I analyse bulk RNA-seq data from 21 samples in seven groups ('Group'), where each of the replicates originate from a different source ("Source"). Six contrasts are evaluated. From the MDS plot I can see a strong influence of the 'Source' variable.
I use the limma-voom
workflow with three different models:
library(limma)
library(edgeR)
[...]
samples <- data.frame(Group=as.factor(rep(paste0("G", 1:7), rep=3)), Source=as.factor(rep(c(3,1,2), each=7)))
levels(samples$Source) <- c("2","3","1")
# Model 1
design <- model.matrix(~0+Group, data=samples)
colnames(design) <- sub("Group", "", colnames(design))
dge.norm.voom <- voom(dge.norm, design, plot=TRUE)
dge.norm.voom.fit <- lmFit(dge.norm.voom)
# Model 2
design <- model.matrix(~0+Group+Source, data=samples)
colnames(design) <- sub("Group", "", colnames(design))
dge.norm.voom <- voom(dge.norm, design, plot=TRUE)
dge.norm.voom.fit <- lmFit(dge.norm.voom)
# Model 3
design <- model.matrix(~0+Group, data=samples)
colnames(design) <- sub("Group", "", colnames(design))
dge.norm.voom <- voom(dge.norm, design, plot=TRUE)
dge.norm.voom.cor <- duplicateCorrelation(dge.norm.voom, design, block=samples$Source)
dge.norm.voom.cor$consensus.correlation
# 0.290429
dge.norm.voom.fit <- lmFit(dge.norm.voom, design, block=samples$Source,
correlation=dge.norm.voom.cor$consensus.correlation)
# Common to all models
contr.matrix <- makeContrasts(C1=G1-G7,C2=G2-G7,C3=G3-G7,C4=G4-G7,C5=G5-G7,C6=G6-G7, levels = colnames(design))
dge.norm.voom.fit <- contrasts.fit(dge.norm.voom.fit, contrasts=contr.matrix)
efit <- eBayes(dge.norm.voom.fit)
efit.dt <- decideTests(efit)
efit.dt.sum <- t(summary(efit.dt))
print(efit.dt.sum)
The three models yield the following numbers of differentially expressed genes:
~0+Group | ~0+Group+Source | ~0+Group (block=Source)
Contrast Down NotSig Up | Down NotSig Up | Down NotSig Up
C1 53 18552 20 | 676 17500 449 | 571 17818 236
C2 239 18322 64 | 1113 16828 684 | 962 17255 408
C3 490 17936 199 | 1626 15846 1153 | 1535 16311 779
C4 60 18539 26 | 450 17794 381 | 326 18093 206
C5 59 18498 68 | 486 17521 618 | 410 17801 414
C6 46 18557 22 | 369 17880 376 | 225 18241 159
Treating "Source" as a "not of interest" factor (Model #2) yields consistently more differentially expressed genes than using it as a blocking variable (Model #3).

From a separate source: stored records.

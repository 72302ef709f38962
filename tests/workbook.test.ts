/**
 * The workbook interface: the Office.js implementation against office-addin-mock
 * (which enforces load-before-read and sync), and the in-page implementation.
 * Expected values are the fixtures' own cells (independent of any physics).
 */
import { describe, expect, it } from 'vitest';
import { OfficeMockObject } from 'office-addin-mock';
import { OfficeWorkbook, type ExcelHost } from '../src/workbook/office';
import { MemoryWorkbook } from '../src/workbook/memory';
import { WorkbookError, cellAddress, columnLetters, type CellValue, type TableSchema } from '../src/workbook/types';

const schema: TableSchema = { inputs: ['name', 'tolerance', 'ppw'], required: ['tolerance', 'ppw'], outputs: ['layers', 'cost', 'absent output'] };

type Grid = CellValue[][];

interface Fixture {
  grid: Grid; // the sheet from A1
  selection: { row: number; column: number; rowCount?: number };
  block: { row: number; column: number; rows: number; columns: number };
  asTable?: boolean;
}

/** A mock Excel whose sheet is `grid`; records every range written and counts syncs. */
function mockExcel(fx: Fixture) {
  const live: OfficeMockObject[] = [];
  const writes: Array<{ row: number; column: number; values: CellValue[][]; syncsBefore: number }> = [];
  const created: Array<{ mock: any; row: number; column: number; values: CellValue[][] }> = [];
  let syncs = 0;
  const make = (data: object) => {
    const m = new OfficeMockObject(data as any);
    live.push(m);
    return m as any;
  };
  const slice = (r: number, c: number, h: number, w: number): Grid =>
    Array.from({ length: h }, (_, i) => Array.from({ length: w }, (_, j) => fx.grid[r + i]?.[c + j] ?? ''));
  const addr = (r: number, c: number, h: number, w: number) =>
    `Sheet1!${columnLetters(c)}${r + 1}` + (h * w > 1 ? `:${columnLetters(c + w - 1)}${r + h}` : '');
  const b = fx.block;
  const blockMock = () =>
    make({ address: addr(b.row, b.column, b.rows, b.columns), rowIndex: b.row, columnIndex: b.column, rowCount: b.rows, values: slice(b.row, b.column, b.rows, b.columns) });
  const s = fx.selection;
  const selection = make({
    address: addr(s.row, s.column, s.rowCount ?? 1, 1),
    rowIndex: s.row,
    columnIndex: s.column,
    rowCount: s.rowCount ?? 1,
    getTables: () => ({ getCount: () => ({ value: fx.asTable ? 1 : 0 }), getFirst: () => ({ getRange: blockMock }) }),
    getSurroundingRegion: blockMock,
  });
  const sheet = {
    getRangeByIndexes: (row: number, column: number, h: number, w: number) => {
      const values = slice(row, column, h, w);
      const mock = make({ values });
      created.push({ mock, row, column, values });
      return mock;
    },
  };
  const context = {
    workbook: { getSelectedRange: () => selection, worksheets: { getItem: (n: string) => (n === 'Sheet1' ? sheet : undefined), getActiveWorksheet: () => make({ name: 'Sheet1' }) } },
    sync: async () => {
      // A write is a `values` assignment made since the last sync (the mock keeps the loaded array otherwise).
      for (const c of created) {
        if (c.mock.values !== c.values && Array.isArray(c.mock.values) && !writes.some((w) => w.values === c.mock.values)) {
          writes.push({ row: c.row, column: c.column, values: c.mock.values, syncsBefore: syncs });
          fx.grid[c.row][c.column] = c.mock.values[0][0];
        }
      }
      for (const m of live) await m.sync();
      syncs++;
    },
  };
  const host: ExcelHost = { run: async (batch) => batch(context as unknown as Excel.RequestContext) };
  return { host, writes, syncs: () => syncs };
}

/** Sheet: a title in A1, the project block from B3 (header) with three studies; columns in an order unlike the schema's. */
function sheet(): Grid {
  return [
    ['Project', '', '', '', '', ''],
    ['', '', '', '', '', ''],
    ['', 'name', 'ppw', 'layers', 'tolerance', 'cost'],
    ['', 'alpha', 20, '', 0.01, ''],
    ['', 'beta', 12, '', 0.001, ''],
    ['', 'gamma', 30, 7, 0.02, 99],
  ];
}
const block = { row: 2, column: 1, rows: 4, columns: 5 };

describe('Office.js workbook', () => {
  it('reads the selected row by header names (plain block of cells)', async () => {
    const { host } = mockExcel({ grid: sheet(), selection: { row: 4, column: 3 }, block });
    const row = await new OfficeWorkbook(schema, host).readSelectedRow();
    // Expected: row 5 of the fixture (beta).
    expect(row.values).toEqual({ name: 'beta', ppw: 12, layers: '', tolerance: 0.001, cost: '' });
    expect(row.header).toEqual(['name', 'ppw', 'layers', 'tolerance', 'cost']);
    expect(row.label).toBe('beta');
    expect(row.where).toBe('Sheet1!B5:F5');
  });

  it('reads from an Excel table the same way', async () => {
    const { host } = mockExcel({ grid: sheet(), selection: { row: 3, column: 5 }, block, asTable: true });
    const row = await new OfficeWorkbook(schema, host).readSelectedRow();
    expect(row.values.tolerance).toBe(0.01);
    expect(row.label).toBe('alpha');
  });

  it('writes only output columns of that row, in one batch, and names the cells', async () => {
    const fx = { grid: sheet(), selection: { row: 4, column: 1 }, block };
    const { host, writes, syncs } = mockExcel(fx);
    const wb = new OfficeWorkbook(schema, host);
    const row = await wb.readSelectedRow();
    const before = syncs();
    const report = await wb.writeOutputs(row, { cost: 12.5, layers: 9, 'absent output': 1 });
    // Columns D (layers) and F (cost) of sheet row 5; "absent output" has no column.
    expect(report.cells).toEqual(['Sheet1!D5', 'Sheet1!F5']);
    expect(report.row).toBe(5);
    expect(report.missing).toEqual(['absent output']);
    expect(writes.map((w) => [w.row, w.column, w.values])).toEqual([
      [4, 3, [[9]]],
      [4, 5, [[12.5]]],
    ]);
    // One sync to re-check header and inputs, one for all writes (derived: the batch contract).
    expect(syncs() - before).toBe(2);
    expect(new Set(writes.map((w) => w.syncsBefore)).size).toBe(1);
    const expected = sheet();
    expected[4][3] = 9;
    expected[4][5] = 12.5;
    expect(fx.grid).toEqual(expected);
  });

  it('refuses to write an input column, and writes nothing', async () => {
    const fx = { grid: sheet(), selection: { row: 4, column: 1 }, block };
    const { host, writes } = mockExcel(fx);
    const wb = new OfficeWorkbook(schema, host);
    const row = await wb.readSelectedRow();
    await expect(wb.writeOutputs(row, { layers: 3, tolerance: 0.5 })).rejects.toThrow(/"tolerance" is not an output column/);
    expect(writes).toEqual([]);
    expect(fx.grid).toEqual(sheet());
  });

  it('refuses to write when the row inputs changed since they were read', async () => {
    const fx = { grid: sheet(), selection: { row: 4, column: 1 }, block };
    const { host, writes } = mockExcel(fx);
    const wb = new OfficeWorkbook(schema, host);
    const row = await wb.readSelectedRow();
    fx.grid[4][2] = 16;
    await expect(wb.writeOutputs(row, { layers: 3 })).rejects.toThrow(/input "ppw" of this row changed/);
    expect(writes).toEqual([]);
  });

  it('says clearly when the selection is not in a project table', async () => {
    const grid: Grid = [
      ['item', 'price'],
      ['tea', 3],
    ];
    const { host } = mockExcel({ grid, selection: { row: 1, column: 0 }, block: { row: 0, column: 0, rows: 2, columns: 2 } });
    const err = await new OfficeWorkbook(schema, host).readSelectedRow().catch((e) => e);
    expect(err).toBeInstanceOf(WorkbookError);
    expect(err.message).toBe(
      'Sheet1!A2 is not in a project table: the header row of the block of cells around Sheet1!A2 (Sheet1!A1:B2) lacks tolerance, ppw. ' +
        'Select a cell in a study row of an Excel table, or of a block whose first row names the inputs (at least tolerance, ppw).',
    );
  });

  it('says so when the header row or several rows are selected', async () => {
    const a = mockExcel({ grid: sheet(), selection: { row: 2, column: 2 }, block });
    await expect(new OfficeWorkbook(schema, a.host).readSelectedRow()).rejects.toThrow('Sheet1!C3 is the header row; select a cell in a study row below it');
    const b = mockExcel({ grid: sheet(), selection: { row: 3, column: 2, rowCount: 2 }, block });
    await expect(new OfficeWorkbook(schema, b.host).readSelectedRow()).rejects.toThrow(/spans 2 rows/);
  });
});

describe('in-page workbook', () => {
  const header = ['name', 'ppw', 'layers', 'tolerance', 'cost'];
  const rows = (): CellValue[][] => sheet().slice(3).map((r) => r.slice(1));

  it('reads the selected row and writes only its output cells', async () => {
    const wb = new MemoryWorkbook(header, rows(), schema);
    wb.select(1);
    const row = await wb.readSelectedRow();
    expect(row.values.ppw).toBe(12);
    const seen: Array<[number, number]>[] = [];
    wb.onChange((c) => seen.push(c));
    const report = await wb.writeOutputs(row, { layers: 4, cost: 1 });
    expect(report.cells).toEqual(['demo row 2, layers', 'demo row 2, cost']);
    expect(report.row).toBe(2);
    expect(seen).toEqual([[[1, 2], [1, 4]]]);
    const expected = rows();
    expected[1][2] = 4;
    expected[1][4] = 1;
    expect(wb.rows).toEqual(expected);
    await expect(wb.writeOutputs(row, { ppw: 1 })).rejects.toThrow(/not an output column/);
  });

  it('refuses a table without the input columns', () => {
    expect(() => new MemoryWorkbook(['name', 'ppw'], [], schema)).toThrow('the table is not a project table: its header lacks tolerance');
  });
});

describe('addresses', () => {
  it('turns indexes into A1 addresses', () => {
    // Common practice (Excel's A1 notation): 26 → AA, 701 → ZZ, 702 → AAA.
    expect([0, 25, 26, 701, 702].map(columnLetters)).toEqual(['A', 'Z', 'AA', 'ZZ', 'AAA']);
    expect(cellAddress('Sheet1', 4, 3)).toBe('Sheet1!D5');
    expect(cellAddress("Bob's plan", 0, 0)).toBe("'Bob''s plan'!A1");
  });
});

describe('Office.js workbook with the plan schema', () => {
  it('matches header names as the plan does (units in brackets, case) and writes only outputs', async () => {
    const { TABLE_SCHEMA } = await import('../taskpane/plan-adapter');
    const grid: Grid = [
      ['study', 'band_short', 'Cell', 'intensity_error', 'layers [cells]', 'runtime [h]'],
      ['a', '1550 nm', '20 nm', '1%', '', ''],
    ];
    const fx = { grid, selection: { row: 1, column: 0 }, block: { row: 0, column: 0, rows: 2, columns: 6 } };
    const { host } = mockExcel(fx);
    const wb = new OfficeWorkbook(TABLE_SCHEMA, host);
    const row = await wb.readSelectedRow();
    const report = await wb.writeOutputs(row, { layers: 6, runtime: 1.5 });
    expect(report.cells).toEqual(['Sheet1!E2', 'Sheet1!F2']);
    expect(fx.grid[1]).toEqual(['a', '1550 nm', '20 nm', '1%', 6, 1.5]);
    await expect(wb.writeOutputs(row, { cell: '10 nm' })).rejects.toThrow(/"cell" is not an output column/);
  });
});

Is this expected or may this indicate an error in the analysis?
The environment is as follows:
R version 4.3.0 (2023-04-21 ucrt)
Platform: x86_64-w64-mingw32/x64 (64-bit)

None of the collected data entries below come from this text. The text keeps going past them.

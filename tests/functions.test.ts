/**
 * HUSH.* worksheet functions called the way Excel calls them: numbers, numeric
 * text, null/undefined/"" for omitted or empty arguments, 0 from an empty cell,
 * 1×1 and larger ranges as 2-D arrays, TRUE/FALSE. A stub of the global
 * CustomFunctions records every worksheet error the functions raise.
 */
import { readFileSync } from 'fs';
import path from 'path';
import { afterEach, beforeAll, describe, expect, it } from 'vitest';
import {
  MODEL_VERSION,
  SPEED_OF_LIGHT,
  HushInputError,
  reflection,
  reflectionFromRipple,
  requiredAmplitude,
} from '../src/physics';
import {
  errorFromReflection,
  modelVersion,
  neededReflection,
  reflectionContinuous,
  reflectionExact,
  reflectionTable,
  ripple,
  rippleSource,
} from '../src/functions/functions';
import { arg, isBlank, listArg, requiredArg, singleValue } from '../src/functions/args';
import { toWorksheetError } from '../src/functions/errors';
import { REFLECTION_TABLE_MAX_WORK, checkTableSize, tableWork } from '../src/functions/worker-tasks';
import { readInput } from '../src/plan/fields';
import pkg from '../package.json';

class StubWorksheetError extends Error {
  constructor(
    public readonly code: string,
    message?: string,
  ) {
    super(message);
  }
}

const raised: StubWorksheetError[] = [];

beforeAll(() => {
  (globalThis as Record<string, unknown>).CustomFunctions = {
    Error: class extends StubWorksheetError {
      constructor(code: string, message?: string) {
        super(code, message);
        raised.push(this);
      }
    },
    ErrorCode: { invalidValue: '#VALUE!', invalidNumber: '#NUM!', notAvailable: '#N/A', divisionByZero: '#DIV/0!', invalidName: '#NAME?', nullReference: '#NULL!' },
  };
});

afterEach(() => {
  raised.length = 0;
});

type Loose = (...args: unknown[]) => unknown;

const source = readFileSync(path.join(__dirname, '../src/functions/functions.ts'), 'utf8');

/** Calls a worksheet function with anything Excel might pass. */
function call(fn: unknown, ...args: unknown[]): unknown {
  return (fn as Loose)(...args);
}

/** Relative closeness: the shell must return what the core computes, to rounding. */
function expectRelative(actual: number, expected: number, tolerance = 1e-13): void {
  expect(Math.abs(actual / expected - 1)).toBeLessThan(tolerance);
}

/** What the field registry says about the same value: the worksheet, the table and the command line all show its message. */
function registryRefusal(field: string, value: unknown): { code: string; message: string } {
  return coreRefusal(() => readInput(field, value));
}

/** What the core says about an input that passed the registry (a cross-field check): the worksheet shows the core's message. */
function coreRefusal(compute: () => unknown): { code: string; message: string } {
  try {
    compute();
  } catch (e) {
    expect(e).toBeInstanceOf(HushInputError);
    const h = e as HushInputError;
    return { code: h.kind === 'value' ? '#VALUE!' : '#NUM!', message: h.message };
  }
  throw new Error('expected the core to refuse this input');
}

/** The worksheet error a call raises, as Excel would show it. */
function errorOf(fn: unknown, ...args: unknown[]): { code: string; message?: string } {
  try {
    call(fn, ...args);
  } catch (e) {
    expect(e).toBeInstanceOf(StubWorksheetError);
    expect(raised).toContain(e);
    const w = e as StubWorksheetError;
    return { code: w.code, message: w.message };
  }
  throw new Error('expected a worksheet error');
}

describe('HUSH.NEEDED_REFLECTION', () => {
  const worst1 = Math.sqrt(1.01) - 1; // physics.md §1: |r| = (√(1+ε) − 1)/c (derived)

  it('1 % worst case → √1.01 − 1 (physics.md §1, derived)', () => {
    expectRelative(neededReflection(0.01), worst1);
  });

  it('omitted optional arguments arrive as null, undefined or "" and all mean the default', () => {
    for (const blank of [null, undefined, '', '  ']) {
      expect(call(neededReflection, 0.01, blank, blank, blank, blank)).toBe(neededReflection(0.01));
    }
  });

  it('numbers typed as text and 1×1 ranges are read as numbers', () => {
    expect(call(neededReflection, '0.01')).toBe(neededReflection(0.01));
    expect(call(neededReflection, ' 1e-2 ')).toBe(neededReflection(0.01));
    expect(call(neededReflection, [[0.01]])).toBe(neededReflection(0.01));
    expect(call(neededReflection, 0.01, [['0.5']])).toBe(neededReflection(0.01, 0.5));
  });

  it('worst case: K faces share the budget linearly, coupling c divides (physics.md §1, derived)', () => {
    expectRelative(neededReflection(0.01, 1, 2), worst1 / 2);
    expectRelative(neededReflection(0.01, 0.5), worst1 / 0.5);
  });

  it('phase is matched without regard to case and gives the core random-phase answer (independent call of the core)', () => {
    const expected = requiredAmplitude({ intensityError: 0.01, faces: 2, phase: 'random' });
    expect(neededReflection(0.01, 1, 2, 'random')).toBe(expected);
    expect(neededReflection(0.01, 1, 2, ' RANDOM ')).toBe(expected);
  });

  it('a share F of the budget: the absorber gets ε·F (physics.md §1, derived)', () => {
    expectRelative(neededReflection(0.01, 1, 1, 'worst', 0.5), Math.sqrt(1.005) - 1);
  });

  it('a missing required argument is #VALUE! naming it', () => {
    for (const blank of [null, undefined, '']) {
      expect(errorOf(neededReflection, blank)).toEqual({ code: '#VALUE!', message: 'intensity_error is required (tolerated relative intensity error at the monitor)' });
    }
  });

  it('text, TRUE and ranges where one value belongs are #VALUE!', () => {
    expect(errorOf(neededReflection, 'one percent')).toEqual({ code: '#VALUE!', message: 'intensity_error must be a number or a percentage such as 0.01 or 1% (got "one percent")' });
    expect(errorOf(neededReflection, '0x10').code).toBe('#VALUE!');
    expect(errorOf(neededReflection, true)).toEqual({ code: '#VALUE!', message: 'intensity_error must be a number or text (got TRUE)' });
    expect(errorOf(neededReflection, [[0.01, 0.02]])).toEqual({
      code: '#VALUE!',
      message: 'intensity_error must be a single value, not a range of 1×2 cells',
    });
    expect(errorOf(neededReflection, 0.01, 1, 1, 'best')).toEqual({ code: '#VALUE!', message: 'phase must be one of worst, random (got "best")' });
    expect(errorOf(neededReflection, 0.01, 1, 1, 3).code).toBe('#VALUE!');
  });

  it('numbers outside the model are #NUM! with the core message (an empty cell passed as 0 included)', () => {
    const cases: [unknown[], () => unknown][] = [
      [[0], () => readInput('intensity_error', 0)],
      [[2], () => readInput('intensity_error', 2)],
      [[0.01, 0], () => readInput('coupling', 0)],
      [[0.01, 1, 1.5], () => readInput('faces_seen', 1.5)],
    ];
    for (const [args, core] of cases) {
      const expected = coreRefusal(core);
      expect(expected.code).toBe('#NUM!');
      expect(errorOf(neededReflection, ...args)).toEqual(expected);
    }
    expect(errorOf(neededReflection, 0.01, 1, 1.5).message).toMatch(/^faces_seen /);
  });
});

describe('HUSH.ERROR_FROM_REFLECTION', () => {
  it('|r| = 0.005 → (1.005)² − 1 = 0.010025 (physics.md §1, derived)', () => {
    expect(errorFromReflection(0.005)).toBeCloseTo(0.010025, 15);
  });

  it('inverts HUSH.NEEDED_REFLECTION for every phase model (derived)', () => {
    for (const phase of ['worst', 'random']) {
      const r = neededReflection(0.02, 0.7, 3, phase, 0.4);
      expect(errorFromReflection(r, 0.7, 3, phase, 0.4)).toBeCloseTo(0.02, 14);
    }
  });

  it('|r| ≥ 1 is #NUM!; |r| = "" is #VALUE! (required)', () => {
    expect(errorOf(errorFromReflection, 1)).toEqual(registryRefusal('amplitude', 1));
    expect(errorOf(errorFromReflection, 1).code).toBe('#NUM!');
    expect(errorOf(errorFromReflection, '')).toEqual({ code: '#VALUE!', message: 'amplitude is required (amplitude reflection |r| of one face (not the power |r|²))' });
  });
});

describe('HUSH.REFLECTION and HUSH.REFLECTION_CONTINUOUS', () => {
  it('equal the core reflection for the same design and wave (independent call of the core)', () => {
    expect(reflectionExact(10, 3, 20)).toBe(reflection({ layers: 10, order: 3 }, { ppw: 20 }).amplitude);
    const d = { layers: 8, order: 3, strength: 1.2, kappaMax: 5, alphaMaxNorm: 0.05, alphaOrder: 1 };
    const w = { ppw: 40, angleDeg: 45, courant: 0.5, index: 1.5, dimensions: 3 };
    const r = reflection(d, w);
    expect(reflectionExact(8, 3, 40, 45, 1.2, 5, 0.05, 1, 0.5, 1.5, 3)).toBe(r.amplitude);
    expect(reflectionContinuous(8, 3, 40, 45, 1.2, 5, 0.05, 1, 0.5, 1.5, 3)).toBe(r.continuous);
  });

  it('continuous theory at σ_opt, normal incidence: R = e^{−1.6·N} (physics.md §2, derived)', () => {
    expect(reflectionContinuous(10, 3, 20)).toBeCloseTo(Math.exp(-16), 20);
    expect(reflectionContinuous(5, 4, 15) / Math.exp(-8)).toBeCloseTo(1, 12);
  });

  it('the discrete reflection exceeds the continuous promise at N = 10 (physics.md §2: 10⁻⁷ promised, 10⁻⁵–10⁻⁶ on the grid)', () => {
    const exact = reflectionExact(10, 3, 20);
    expect(exact).toBeGreaterThan(1e-6);
    expect(exact).toBeLessThan(1e-4);
    expect(exact).toBeGreaterThan(100 * reflectionContinuous(10, 3, 20));
  });

  it('arguments as text, empty optionals as "" or null, and 1×1 ranges', () => {
    const expected = reflectionExact(12, 4, 25, 30);
    expect(call(reflectionExact, '12', '4', '25', '30')).toBe(expected);
    expect(call(reflectionExact, [[12]], 4, 25, 30, '', null, undefined, '', null, '', '')).toBe(expected);
  });

  it('out-of-range designs and waves are #NUM! with the core message', () => {
    expect(errorOf(reflectionExact, 0, 3, 20)).toEqual({ code: '#NUM!', message: 'layers must be a whole number from 1 to 200 (got 0)' });
    expect(errorOf(reflectionExact, 2.5, 3, 20)).toEqual({ code: '#NUM!', message: 'layers must be a whole number from 1 to 200 (got 2.5)' });
    expect(errorOf(reflectionExact, 10, 3, 20, 90).code).toBe('#NUM!');
    const aboveLimit = coreRefusal(() => reflection({ layers: 10, order: 3 }, { ppw: 20, courant: 0.9 }));
    expect(aboveLimit.code).toBe('#NUM!');
    expect(errorOf(reflectionExact, 10, 3, 20, 0, 1, 1, 0, 1, 0.9)).toEqual(aboveLimit);
    const oblique1d = coreRefusal(() => reflection({ layers: 10, order: 3 }, { ppw: 20, angleDeg: 10, courant: 0.5, dimensions: 1 }));
    expect(oblique1d.code).toBe('#NUM!');
    expect(errorOf(reflectionExact, 10, 3, 20, 10, 1, 1, 0, 1, 0.5, 1, 1)).toEqual(oblique1d);
  });

  it('missing or non-numeric required arguments are #VALUE!', () => {
    expect(errorOf(reflectionExact, 10, 3, null)).toEqual({ code: '#VALUE!', message: 'ppw is required (cells per wavelength in the background medium at this frequency)' });
    expect(errorOf(reflectionExact, 'ten', 3, 20)).toEqual({ code: '#VALUE!', message: 'layers must be a whole number (got "ten")' });
    expect(errorOf(reflectionContinuous, 10, [[3], [4]], 20)).toEqual({
      code: '#VALUE!',
      message: 'order must be a single value, not a range of 2×1 cells',
    });
  });
});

Running under: Windows 11 x64 (build 22621)
locale:
[1] LC_COLLATE=English_Austria.utf8 LC_CTYPE=English_Austria.utf8 LC_MONETARY=English_Austria.utf8 LC_NUMERIC=C LC_TIME=English_Austria.utf8
time zone: Europe/Vienna
tzcode source: internal
attached base packages:
[1] stats graphics grDevices utils datasets methods base
other attached packages:
[1] edgeR_3.42.4 limma_3.56.2
loaded via a namespace (and not attached):
[1] compiler_4.3.0 Rcpp_1.0.10 grid_4.3.0 locfit_1.5-9.8 statmod_1.5.0 lattice_0.21-8
It's perfectly expected. Essentially it's a paired analysis removing the confounding effect of "Source".